- ASSIGNMENT
Output only the lines below from the one containing "batch, run, site" to the one containing "How messages name", exactly as written, both ends kept.
= Beginning of Section =
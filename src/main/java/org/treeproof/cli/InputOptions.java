package org.treeproof.cli;

import java.nio.file.Path;
import java.util.ArrayList;
import java.util.List;
import java.util.Locale;
import java.util.Map;
import java.util.Optional;
import java.util.function.Function;
import org.treeproof.data.BatchCentering;
import org.treeproof.data.InputException;
import org.treeproof.data.LibrarySize;
import org.treeproof.data.MissingPolicy;
import org.treeproof.data.Preparation;
import org.treeproof.data.Scale;
import org.treeproof.io.DataTable;
import org.treeproof.io.DataTableReader;
import org.treeproof.io.DistanceTableReader;
import org.treeproof.io.LoadedInput;
import picocli.CommandLine;
import picocli.CommandLine.Option;

/**
 * The input options every command that reads a table shares (a picocli mixin): how the file is laid out and how
 * it is prepared. {@link #load(Path)} reads and prepares the command's INPUT accordingly.
 *
 * <p>The default scaling is {@code zscore}: with features in different units, a distance on raw values is
 * decided by whichever feature has the largest numbers, which is rarely what a study means. Data already on one
 * scale (and comparisons with other software on raw values) ask for {@code --scale none}; the effective choice is
 * recorded with the results either way.
 */
public final class InputOptions {

    @Option(names = "--samples-in-columns",
            description = "The table has one feature per row and one sample per column (header row = sample ids).")
    private boolean samplesInColumns;

    @Option(names = "--delimiter", paramLabel = "CHAR", converter = DelimiterConverter.class,
            description = "Field delimiter: a single character, or tab, comma, semicolon, space, pipe (also '\\t')."
                    + " Default: from the file name: .csv comma; .tsv, .tab, .txt tab (also with .gz).")
    private Character delimiter;

    @Option(names = "--missing", paramLabel = "POLICY", converter = MissingConverter.class,
            description = "Missing cells (empty, NA, N/A, #N/A, NaN): error, drop-features, drop-samples or"
                    + " impute-median (the feature's median). Default: error.")
    private MissingPolicy missing;

    @Option(names = "--library-size", paramLabel = "HOW", converter = LibrarySizeConverter.class,
            description = "Scale counts for each sample's depth before log2: none (default), total (each sample to"
                    + " the mean total) or median-ratio (Anders and Huber's size factors, from the features above 0"
                    + " in every sample). For read counts of uneven depth; values must be >= 0.")
    private LibrarySize librarySize;

    @Option(names = "--log2", description = "Take log2(x + 1) of every value (all values must be >= 0).")
    private boolean log2;

    @Option(names = "--scale", paramLabel = "HOW", converter = ScaleConverter.class,
            description = "Per-feature scaling after log2: none, center, zscore (population SD) or robust (median and"
                    + " Qn, which keeps the separation of groups that lie on few features; long-tailed features need"
                    + " --log2 first); constant features are dropped and reported. Default: zscore; none for the 0/1"
                    + " metrics jaccard and hamming.")
    private Scale scale;

    @Option(names = "--top-variable", paramLabel = "N", converter = TopVariableConverter.class,
            description = "Keep the N features of largest variance (ties by input order), 0 for all. Default: 0.")
    private Integer topVariable;

    @Option(names = "--center-within", paramLabel = "COLUMN",
            description = "Remove each batch's mean from every feature, after --log2 and before --top-variable and"
                    + " --scale: COLUMN is the column of --covariates that records how the samples were processed (a"
                    + " batch, run, site or date). Groups spread evenly over the batches keep their difference;"
                    + " groups spread unevenly lose part of it. Default: no centring.")
    private String centerWithin;

    @Option(names = "--no-ids",
            description = "The table has no id column: every column is a feature, and samples are named by their"
                    + " row, 1 to n.")
    private boolean noIds;

    @Option(names = "--distances",
            description = "INPUT is a square, symmetric table of distances with ids in its header row and first"
                    + " column, not a data table.")
    private boolean distances;

    /** Set by {@link #fitTo}: a 0/1 metric, whose default scaling is none. */
    private boolean binaryMetric;

    /** Reads each sample's batch for {@code --center-within}, given the table's sample ids; set by the command. */
    private Function<List<String>, Map<String, String>> batchLevels;

    /** Built when a data table is loaded with {@code --center-within}. */
    private BatchCentering centering;

    /** How messages name the input when INPUT is {@code -}. */
    static final String STANDARD_INPUT = "standard input";

    /** Whether {@code input} is {@code -}, which stands for standard input. */
    static boolean isStandardInput(Path input) {
        return input.toString().equals("-");
    }

    /** The covariate column named by {@code --center-within}, if given. */
    public Optional<String> centerWithin() {
        return Optional.ofNullable(centerWithin);
    }

    /**
     * Supplies each sample's level of the {@code --center-within} column (by sample id), read once the table's
     * ids are known; a sample without a value is left out of the map.
     */
    public void batchLevelsFrom(Function<List<String>, Map<String, String>> levels) {
        this.batchLevels = levels;
    }

    /** Whether INPUT is a distance table. */
    public boolean distances() {
        return distances;
    }

    /** Whether a data table holds one sample per column. */
    public boolean samplesInColumns() {
        return samplesInColumns;
    }

    /** The delimiter asked for; empty when it is chosen by the file name. */
    public Optional<Character> delimiter() {
        return Optional.ofNullable(delimiter);
    }

    /**
     * The effective preparation of a data table, defaults filled in: {@link Preparation#DEFAULT_SCALE}, or no
     * scaling for a 0/1 metric (see {@link #fitTo}).
     */
    public Preparation preparation() {
        Scale defaultScale = binaryMetric ? Scale.NONE : Preparation.DEFAULT_SCALE;
        return new Preparation(missing == null ? MissingPolicy.ERROR : missing,
                librarySize == null ? LibrarySize.NONE : librarySize, log2,
                scale == null ? defaultScale : scale, topVariable == null ? 0 : topVariable, centering);
    }

    /**
     * Reads {@code input} as these options say and, for a data table, prepares it.
     *
     * @throws InputException when the file is not a valid table, cannot be prepared, or an option given does not
     *                        apply to a distance table
     */
    public LoadedInput load(Path input) {
        try {
            return loadAsGiven(input);
        } catch (InputException e) {
            throw InputHints.explain(input, e, this);
        }
    }

    private LoadedInput loadAsGiven(Path input) {
        if (distances) {
            List<String> notForDistances = new ArrayList<>();
            addIf(notForDistances, samplesInColumns, "--samples-in-columns");
            addIf(notForDistances, missing != null, "--missing");
            addIf(notForDistances, librarySize != null, "--library-size");
            addIf(notForDistances, log2, "--log2");
            addIf(notForDistances, scale != null, "--scale");
            addIf(notForDistances, topVariable != null, "--top-variable");
            addIf(notForDistances, noIds, "--no-ids");
            addIf(notForDistances, centerWithin != null, "--center-within");
            if (!notForDistances.isEmpty()) {
                throw new InputException(String.join(", ", notForDistances) + (notForDistances.size() == 1 ? " does"
                        : " do") + " not apply to a distance table (--distances)");
            }
            DistanceTableReader reader = new DistanceTableReader(delimiter);
            return LoadedInput.of(isStandardInput(input) ? reader.read(STANDARD_INPUT, System.in) : reader.read(input));
        }
        if (centerWithin != null && batchLevels == null) {
            throw new InputException("--center-within " + centerWithin + " names a column of --covariates FILE, which "
                    + "only the assess command reads");
        }
        DataTableReader reader = new DataTableReader(delimiter, samplesInColumns, noIds);
        DataTable table = isStandardInput(input) ? reader.read(STANDARD_INPUT, System.in) : reader.read(input);
        if (centerWithin != null) {
            centering = BatchCentering.of(centerWithin, batchLevels.apply(table.matrix().sampleIds()));
        }
        return LoadedInput.of(table, preparation().apply(table.matrix(), table.locator()));
    }

    /** Reads {@code input}, a data table, as it is (before any preparation), for rerunning other preparations. */
    public org.treeproof.data.DataMatrix readRaw(Path input) {
        return new DataTableReader(delimiter, samplesInColumns).read(input).matrix();
    }

    /**
     * Fits the preparation to {@code metric}: a 0/1 measure takes the data as they are, so its default scaling is
     * {@code none}, and an explicit log2 or scaling, which would turn 0/1 values into others, is refused.
     *
     * @throws InputException naming the option that transforms the values
     */
    public void fitTo(org.treeproof.distance.Metric metric) {
        binaryMetric = metric.binaryOnly() && !distances;
        if (!binaryMetric) {
            return;
        }
        Preparation p = preparation();
        var changes = new ArrayList<String>();
        addIf(changes, p.librarySize() != LibrarySize.NONE, "--library-size " + p.librarySize().userName());
        addIf(changes, p.log2(), "--log2");
        addIf(changes, p.scale() != Scale.NONE, "--scale " + p.scale().userName());
        addIf(changes, centerWithin != null, "--center-within");
        if (!changes.isEmpty()) {
            throw new InputException("--metric " + metric.id() + " takes 0/1 data as they are; drop "
                    + String.join(" and ", changes) + " (" + (changes.size() == 1 ? "it changes" : "they change")
                    + " 0/1 values)");
        }
    }

    private static void addIf(List<String> list, boolean condition, String option) {
        if (condition) {
            list.add(option);
        }
    }

    /** Reads a delimiter: one character, or a name for one that is awkward to type. */
    public static final class DelimiterConverter implements CommandLine.ITypeConverter<Character> {
        @Override
        public Character convert(String value) {
            char c = switch (value.toLowerCase(Locale.ROOT)) {
                case "tab", "\\t", "\t" -> '\t';
                case "comma" -> ',';
                case "semicolon" -> ';';
                case "space", " " -> ' ';
                case "pipe" -> '|';
                default -> {
                    if (value.length() != 1) {
                        throw new CommandLine.TypeConversionException("'" + value + "' is not one character; give a"
                                + " character or tab, comma, semicolon, space or pipe");
                    }
                    yield value.charAt(0);
                }
            };
            if (c == '"' || (c < 0x20 && c != '\t')) {
                throw new CommandLine.TypeConversionException(c == '"' ? "the quote character '\"' cannot delimit"
                        + " fields" : "a control character cannot delimit fields");
            }
            return c;
        }
    }

    /** Reads a missing-value policy by its user name. */
    public static final class MissingConverter implements CommandLine.ITypeConverter<MissingPolicy> {
        @Override
        public MissingPolicy convert(String value) {
            try {
                return MissingPolicy.fromUserName(value);
            } catch (InputException e) {
                throw new CommandLine.TypeConversionException(e.getMessage());
            }
        }
    }

    /** Reads a scaling by its user name. */
    public static final class ScaleConverter implements CommandLine.ITypeConverter<Scale> {
        @Override
        public Scale convert(String value) {
            try {
                return Scale.fromUserName(value);
            } catch (InputException e) {
                throw new CommandLine.TypeConversionException(e.getMessage());
            }
        }
    }

    /** Reads a library-size method by its user name. */
    public static final class LibrarySizeConverter implements CommandLine.ITypeConverter<LibrarySize> {
        @Override
        public LibrarySize convert(String value) {
            try {
                return LibrarySize.fromUserName(value);
            } catch (InputException e) {
                throw new CommandLine.TypeConversionException(e.getMessage());
            }
        }
    }

    /** Reads a feature count, 0 meaning all. */
    public static final class TopVariableConverter implements CommandLine.ITypeConverter<Integer> {
        @Override
        public Integer convert(String value) {
            int n;
            try {
                n = Integer.parseInt(value.strip());
            } catch (NumberFormatException e) {
                throw new CommandLine.TypeConversionException("'" + value + "' is not a whole number");
            }
            if (n < 0) {
                throw new CommandLine.TypeConversionException("'" + value + "' is negative; give 0 (all features) or"
                        + " a positive count");
            }
            return n;
        }
    }
}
= End of Section =
- RESULT OF THIS TASK
                    + " batch, run, site or date). Groups spread evenly over the batches keep their difference;"
                    + " groups spread unevenly lose part of it. Default: no centring.")
    private String centerWithin;

    @Option(names = "--no-ids",
            description = "The table has no id column: every column is a feature, and samples are named by their"
                    + " row, 1 to n.")
    private boolean noIds;

    @Option(names = "--distances",
            description = "INPUT is a square, symmetric table of distances with ids in its header row and first"
                    + " column, not a data table.")
    private boolean distances;

    /** Set by {@link #fitTo}: a 0/1 metric, whose default scaling is none. */
    private boolean binaryMetric;

    /** Reads each sample's batch for {@code --center-within}, given the table's sample ids; set by the command. */
    private Function<List<String>, Map<String, String>> batchLevels;

    /** Built when a data table is loaded with {@code --center-within}. */
    private BatchCentering centering;

    /** How messages name the input when INPUT is {@code -}. */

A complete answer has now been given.